Dataset entries
● ● ● ●
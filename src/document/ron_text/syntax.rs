//! What can be wrong with a text before it says anything.

use thiserror::Error;

/// A fault in the form of a text.
#[derive(Clone, Debug, Error, PartialEq, Eq)]
pub enum SyntaxFault {
    /// Bytes that are no text.
    #[error("the bytes here are no UTF-8 text; save the file as UTF-8")]
    NotUtf8,
    /// A file larger than any scenario.
    #[error("the file has {bytes} bytes, allowed at most {most}; this is hardly a file of Longember")]
    TooLarge {
        /// Its size.
        bytes: u64,
        /// The largest permitted size.
        most: u64,
    },
    /// Nothing but space and comments.
    #[error("the file is empty, allowed one {wanted}(…)")]
    Empty {
        /// The name of the outermost struct.
        wanted: &'static str,
    },
    /// Something else than the form asks for.
    #[error("found {found}, allowed {wanted}{}", remedy_clause(remedy.as_ref()))]
    Unexpected {
        /// What stands there.
        found: String,
        /// What may stand there.
        wanted: &'static str,
        /// How to mend it, where that can be guessed.
        remedy: Option<String>,
    },
    /// A bracket that is never closed.
    #[error("\"{bracket}\" is never closed; add \"{closing}\"")]
    UnclosedBracket {
        /// The opening bracket.
        bracket: char,
        /// What would close it.
        closing: char,
    },
    /// A string that is never closed.
    #[error("the text that begins here is never closed; add \"")]
    UnclosedText,
    /// A comment that is never closed.
    #[error("the comment that begins here is never closed; add */")]
    UnclosedComment,
    /// An escape that means nothing.
    #[error(
        "the escape {escape} means nothing, allowed \\\" \\' \\\\ \\n \\r \\t \\0 \\xHH \\u{{HHHH}} and \\ at the end of a line"
    )]
    BadEscape {
        /// The escape as written.
        escape: String,
    },
    /// A word that starts like a number and is none.
    #[error("{text} is not a number, allowed decimal numbers such as 0.3, -20, 1_000 or 2.5e9")]
    BadNumber {
        /// The word as written.
        text: String,
    },
    /// A number beyond the largest that can be held.
    #[error("{text} is too large, allowed up to 1.8e308")]
    NumberTooLarge {
        /// The number as written.
        text: String,
    },
    /// Brackets in brackets in brackets.
    #[error("brackets are nested more than {most} deep, allowed {most}")]
    TooDeep {
        /// The deepest permitted nesting.
        most: usize,
    },
    /// So many faults that listing on helps nobody.
    #[error("there are more than {most} problems; those after this place are not listed")]
    TooMany {
        /// How many are listed.
        most: usize,
    },
}

fn remedy_clause(remedy: Option<&String>) -> String {
    remedy.map_or_else(String::new, |remedy| format!("; {remedy}"))
}

/// Collected faults with the byte offsets they stand at, up to a number that a person could still read.
#[derive(Debug, Default)]
pub(super) struct Faults {
    pub(super) found: Vec<(usize, SyntaxFault)>,
    pub(super) full: bool,
}

impl Faults {
    /// More problems than this are not listed.
    pub(super) const MOST: usize = 100;

    pub(super) fn push(&mut self, offset: usize, fault: SyntaxFault) {
        if self.full {
            return;
        }
        if self.found.len() == Self::MOST {
            self.full = true;
            self.found.push((offset, SyntaxFault::TooMany { most: Self::MOST }));
        } else {
            self.found.push((offset, fault));
        }
    }
}
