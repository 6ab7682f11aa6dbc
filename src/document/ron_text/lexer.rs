//! From characters to words: brackets, names, numbers, strings.

use super::syntax::{Faults, SyntaxFault};
use super::tree::{Span, shortened};

/// A word of the text.
#[derive(Clone, Debug, PartialEq)]
pub(super) enum Word {
    Open(char),
    Close(char),
    Comma,
    Colon,
    Name(String),
    Number(f64),
    Text(String),
    /// A word with a fault that was reported already.
    Faulty,
    End,
}

/// A word and where it stands.
#[derive(Clone, Debug, PartialEq)]
pub(super) struct Token {
    pub(super) word: Word,
    pub(super) span: Span,
}

/// Cuts a text into words, one at a time.
#[derive(Debug)]
pub(super) struct Lexer<'t> {
    pub(super) text: &'t str,
    at: usize,
    pub(super) faults: Faults,
    /// A comment was met.
    pub(super) comments: usize,
}

impl<'t> Lexer<'t> {
    pub(super) fn new(text: &'t str) -> Self {
        // Some editors begin a file with a byte order mark.
        let at = if text.starts_with('\u{feff}') { '\u{feff}'.len_utf8() } else { 0 };
        Self { text, at, faults: Faults::default(), comments: 0 }
    }

    /// The next word; the end again and again after the last.
    pub(super) fn next(&mut self) -> Token {
        self.skip_space();
        let start = self.at;
        let word = match self.peek() {
            None => Word::End,
            // Nobody reads a hundred problems: the rest of the text is left alone.
            Some(_) if self.faults.full => {
                self.at = self.text.len();
                Word::End
            }
            Some(character) => self.word(character),
        };
        Token { word, span: Span { start, end: self.at } }
    }

    fn word(&mut self, character: char) -> Word {
        match character {
            '(' | '[' | '{' => self.single(Word::Open(character)),
            ')' | ']' | '}' => self.single(Word::Close(character)),
            ',' => self.single(Word::Comma),
            ':' => self.single(Word::Colon),
            '"' => self.string(),
            'r' if self.raw_hashes().is_some() => self.raw_string(),
            '0'..='9' | '+' | '-' | '.' => self.number(),
            _ if character.is_alphabetic() || character == '_' => {
                Word::Name(self.take_while(|character| character.is_alphanumeric() || character == '_').to_owned())
            }
            _ => {
                self.faults.push(self.at, foreign(character));
                self.single(Word::Faulty)
            }
        }
    }

    fn peek(&self) -> Option<char> {
        self.text[self.at..].chars().next()
    }

    fn take(&mut self) -> Option<char> {
        let character = self.peek()?;
        self.at += character.len_utf8();
        Some(character)
    }

    fn take_while(&mut self, keep: impl Fn(char) -> bool) -> &'t str {
        let rest = &self.text[self.at..];
        let length = rest.find(|character| !keep(character)).unwrap_or(rest.len());
        self.at += length;
        &rest[..length]
    }

    fn single(&mut self, word: Word) -> Word {
        self.take();
        word
    }

    /// Passes over space and comments.
    fn skip_space(&mut self) {
        loop {
            self.take_while(is_space);
            let rest = &self.text[self.at..];
            if rest.starts_with("//") {
                self.comments += 1;
                self.take_while(|character| character != '\n');
            } else if rest.starts_with("/*") {
                self.comments += 1;
                self.skip_block_comment();
            } else {
                return;
            }
        }
    }

    fn skip_block_comment(&mut self) {
        let start = self.at;
        let mut depth = 0_usize;
        loop {
            let rest = &self.text[self.at..];
            if rest.starts_with("/*") {
                depth += 1;
                self.at += 2;
            } else if rest.starts_with("*/") {
                depth -= 1;
                self.at += 2;
                if depth == 0 {
                    return;
                }
            } else if self.take().is_none() {
                self.faults.push(start, SyntaxFault::UnclosedComment);
                return;
            }
        }
    }

    fn number(&mut self) -> Word {
        let start = self.at;
        while let Some(character) = self.peek() {
            let sign_fits = self.at == start || self.text[..self.at].ends_with(['e', 'E']);
            match character {
                '+' | '-' if sign_fits => self.at += 1,
                '.' | '_' => self.at += 1,
                _ if character.is_alphanumeric() => self.at += character.len_utf8(),
                _ => break,
            }
        }
        let text = &self.text[start..self.at];
        let fault = match decimal(text) {
            Some(value) if value.is_finite() => return Word::Number(value),
            Some(_) => SyntaxFault::NumberTooLarge { text: shortened(text) },
            None => SyntaxFault::BadNumber { text: shortened(text) },
        };
        self.faults.push(start, fault);
        Word::Faulty
    }

    fn string(&mut self) -> Word {
        let start = self.at;
        self.take();
        let mut resolved = String::new();
        loop {
            resolved.push_str(self.take_while(|character| character != '"' && character != '\\'));
            match self.take() {
                Some('"') => return Word::Text(resolved),
                Some(_) => self.escape(&mut resolved),
                None => {
                    self.faults.push(start, SyntaxFault::UnclosedText);
                    return Word::Faulty;
                }
            }
        }
    }

    /// Resolves what follows a backslash.
    fn escape(&mut self, resolved: &mut String) {
        let start = self.at - 1;
        let character = match self.take() {
            Some('n') => Some('\n'),
            Some('r') => Some('\r'),
            Some('t') => Some('\t'),
            Some('0') => Some('\0'),
            Some(same @ ('"' | '\'' | '\\')) => Some(same),
            Some('x') => self.hexadecimal(2).filter(char::is_ascii),
            Some('u') => self.braced_hexadecimal(),
            Some('\n') => {
                self.take_while(|character| matches!(character, ' ' | '\t' | '\r' | '\n'));
                return;
            }
            Some('\r') if self.peek() == Some('\n') => {
                self.take_while(|character| matches!(character, ' ' | '\t' | '\r' | '\n'));
                return;
            }
            // The end of the text is reported as an unclosed string.
            None => return,
            Some(_) => None,
        };
        if let Some(character) = character {
            resolved.push(character);
        } else {
            let escape = shortened(&self.text[start..self.at]).escape_debug().to_string().replace("\\\\", "\\");
            self.faults.push(start, SyntaxFault::BadEscape { escape });
        }
    }

    /// Up to `most` hexadecimal digits as a character.
    fn hexadecimal(&mut self, most: usize) -> Option<char> {
        let rest = &self.text[self.at..];
        let length = rest.bytes().take(most).take_while(u8::is_ascii_hexdigit).count();
        self.at += length;
        u32::from_str_radix(&rest[..length], 16).ok().and_then(char::from_u32)
    }

    fn braced_hexadecimal(&mut self) -> Option<char> {
        if self.peek() != Some('{') {
            return None;
        }
        self.take();
        let character = self.hexadecimal(6);
        if self.peek() != Some('}') {
            return None;
        }
        self.take();
        character
    }

    /// How many `#` stand between the `r` here and a quote; none if this is no raw string.
    fn raw_hashes(&self) -> Option<usize> {
        let rest = &self.text[self.at + 1..];
        let hashes = rest.bytes().take_while(|byte| *byte == b'#').count();
        rest[hashes..].starts_with('"').then_some(hashes)
    }

    fn raw_string(&mut self) -> Word {
        let start = self.at;
        let hashes = self.raw_hashes().unwrap_or(0);
        let closing = format!("\"{}", "#".repeat(hashes));
        let content = start + 1 + hashes + 1;
        if let Some(length) = self.text[content..].find(&closing) {
            self.at = content + length + closing.len();
            return Word::Text(self.text[content..content + length].to_owned());
        }
        self.at = self.text.len();
        self.faults.push(start, SyntaxFault::UnclosedText);
        Word::Faulty
    }
}

/// The characters RON counts as space.
fn is_space(character: char) -> bool {
    matches!(
        character,
        ' ' | '\n' | '\t' | '\r' | '\u{b}' | '\u{c}' | '\u{85}' | '\u{200e}' | '\u{200f}' | '\u{2028}' | '\u{2029}'
    )
}

/// A decimal number with underscores between digits; none if the text is no such number.
fn decimal(text: &str) -> Option<f64> {
    let unsigned = text.strip_prefix(['+', '-']).unwrap_or(text);
    let (mantissa, exponent) =
        unsigned.split_once(['e', 'E']).map_or((unsigned, None), |(mantissa, exponent)| (mantissa, Some(exponent)));
    let (whole, fraction) = mantissa.split_once('.').unwrap_or((mantissa, ""));
    let are_digits = |part: &str| {
        part.is_empty() || (!part.starts_with('_') && part.bytes().all(|byte| byte.is_ascii_digit() || byte == b'_'))
    };
    let exponent_fits = exponent.is_none_or(|exponent| {
        let digits = exponent.strip_prefix(['+', '-']).unwrap_or(exponent);
        !digits.is_empty() && are_digits(digits)
    });
    if (whole.is_empty() && fraction.is_empty()) || !are_digits(whole) || !are_digits(fraction) || !exponent_fits {
        return None;
    }
    text.replace('_', "").parse().ok()
}

fn foreign(character: char) -> SyntaxFault {
    let remedy = match character {
        '\u{2212}' | '–' => Some("write the minus sign as a hyphen, -"),
        '“' | '”' | '„' | '«' | '»' => Some("write quotes as \""),
        '\'' => Some("put text into double quotes"),
        '=' => Some("write a colon between key and value"),
        ';' => Some("write a comma"),
        '#' => Some("write comments as // …"),
        '\u{a0}' | '\u{202f}' | '\u{2009}' | '\u{feff}' => Some("replace this special space by a usual one"),
        _ => None,
    };
    SyntaxFault::Unexpected {
        found: format!("the character {}", character.escape_debug()),
        wanted: "keys, numbers, quoted text, brackets and commas",
        remedy: remedy.map(str::to_owned),
    }
}

#[cfg(test)]
mod tests {
    use super::*;

    fn words(text: &str) -> (Vec<Word>, Vec<SyntaxFault>) {
        let mut lexer = Lexer::new(text);
        let mut words = Vec::new();
        loop {
            match lexer.next().word {
                Word::End => break,
                word => words.push(word),
            }
        }
        (words, lexer.faults.found.into_iter().map(|(_, fault)| fault).collect())
    }

    fn one(text: &str) -> Word {
        let (mut words, faults) = words(text);
        assert_eq!((words.len(), faults), (1, Vec::new()), "{text}");
        words.remove(0)
    }

    #[test]
    fn numbers_in_every_permitted_form() {
        for (text, value) in [
            ("0", 0.0),
            ("-20", -20.0),
            ("+1.5", 1.5),
            (".5", 0.5),
            ("5.", 5.0),
            ("1_000", 1e3),
            ("2.5E-3", 2.5e-3),
            ("4_5e1_0", 45e10),
        ] {
            assert_eq!(one(text), Word::Number(value), "{text}");
        }
        for text in ["1e", "0x10", "1.2.3", "-", "-inf", "1f64", "._5", "1e_3", "--1", "3M☉"] {
            let (_, faults) = words(text);
            assert!(
                matches!(faults[0], SyntaxFault::BadNumber { .. } | SyntaxFault::Unexpected { .. }),
                "{text}: {faults:?}"
            );
        }
        assert!(matches!(words("1e999").1[0], SyntaxFault::NumberTooLarge { .. }));
    }

    #[test]
    fn strings_resolve_their_escapes() {
        assert_eq!(one(r#""a\"\\\n\t\x41\u{263a}b""#), Word::Text("a\"\\\n\tA☺b".to_owned()));
        assert_eq!(one("\"one \\\n     two \\\r\n  three\""), Word::Text("one two three".to_owned()));
        assert_eq!(one("r\"a\\n\""), Word::Text("a\\n".to_owned()));
        assert_eq!(one("r##\"a\"#b\"##"), Word::Text("a\"#b".to_owned()));
        for text in [r#""\q""#, r#""\u{d800}""#, r#""\x9f""#, r#""\u12""#, r#""\u{1234567}""#] {
            assert!(matches!(words(text).1[0], SyntaxFault::BadEscape { .. }), "{text}");
        }
        assert_eq!(words("\"open").1, [SyntaxFault::UnclosedText]);
        assert_eq!(words("r#\"open\"").1, [SyntaxFault::UnclosedText]);
        assert_eq!(words("\"open\\").1, [SyntaxFault::UnclosedText]);
    }

    #[test]
    fn comments_nest_and_are_counted() {
        let mut lexer = Lexer::new("\u{feff}/* a /* b */ c */ x // d\n");
        assert_eq!(lexer.next().word, Word::Name("x".to_owned()));
        assert_eq!(lexer.next().word, Word::End);
        assert_eq!(lexer.comments, 2);
        assert_eq!(words("/* /* */").1, [SyntaxFault::UnclosedComment]);
    }

    #[test]
    fn a_flood_of_faults_ends_the_reading() {
        let (words, faults) = words(&"§".repeat(5000));
        assert!(words.len() <= Faults::MOST + 1);
        assert_eq!(faults.len(), Faults::MOST + 1);
        assert_eq!(faults.last(), Some(&SyntaxFault::TooMany { most: Faults::MOST }));
    }
}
● ● ● ●
Instructions for the task:
Copy only this part of the entries above: the line with "are nested more", the line with "names, numbers, strings.", and the lines between, all exactly as written.

Solution for this exercise:
    #[error("brackets are nested more than {most} deep, allowed {most}")]
    TooDeep {
        /// The deepest permitted nesting.
        most: usize,
    },
    /// So many faults that listing on helps nobody.
    #[error("there are more than {most} problems; those after this place are not listed")]
    TooMany {
        /// How many are listed.
        most: usize,
    },
}

fn remedy_clause(remedy: Option<&String>) -> String {
    remedy.map_or_else(String::new, |remedy| format!("; {remedy}"))
}

/// Collected faults with the byte offsets they stand at, up to a number that a person could still read.
#[derive(Debug, Default)]
pub(super) struct Faults {
    pub(super) found: Vec<(usize, SyntaxFault)>,
    pub(super) full: bool,
}

impl Faults {
    /// More problems than this are not listed.
    pub(super) const MOST: usize = 100;

    pub(super) fn push(&mut self, offset: usize, fault: SyntaxFault) {
        if self.full {
            return;
        }
        if self.found.len() == Self::MOST {
            self.full = true;
            self.found.push((offset, SyntaxFault::TooMany { most: Self::MOST }));
        } else {
            self.found.push((offset, fault));
        }
    }
}
repository 6ab7682f11aa6dbc
filename src/document/ron_text/lexer.rs
//! From characters to words: brackets, names, numbers, strings.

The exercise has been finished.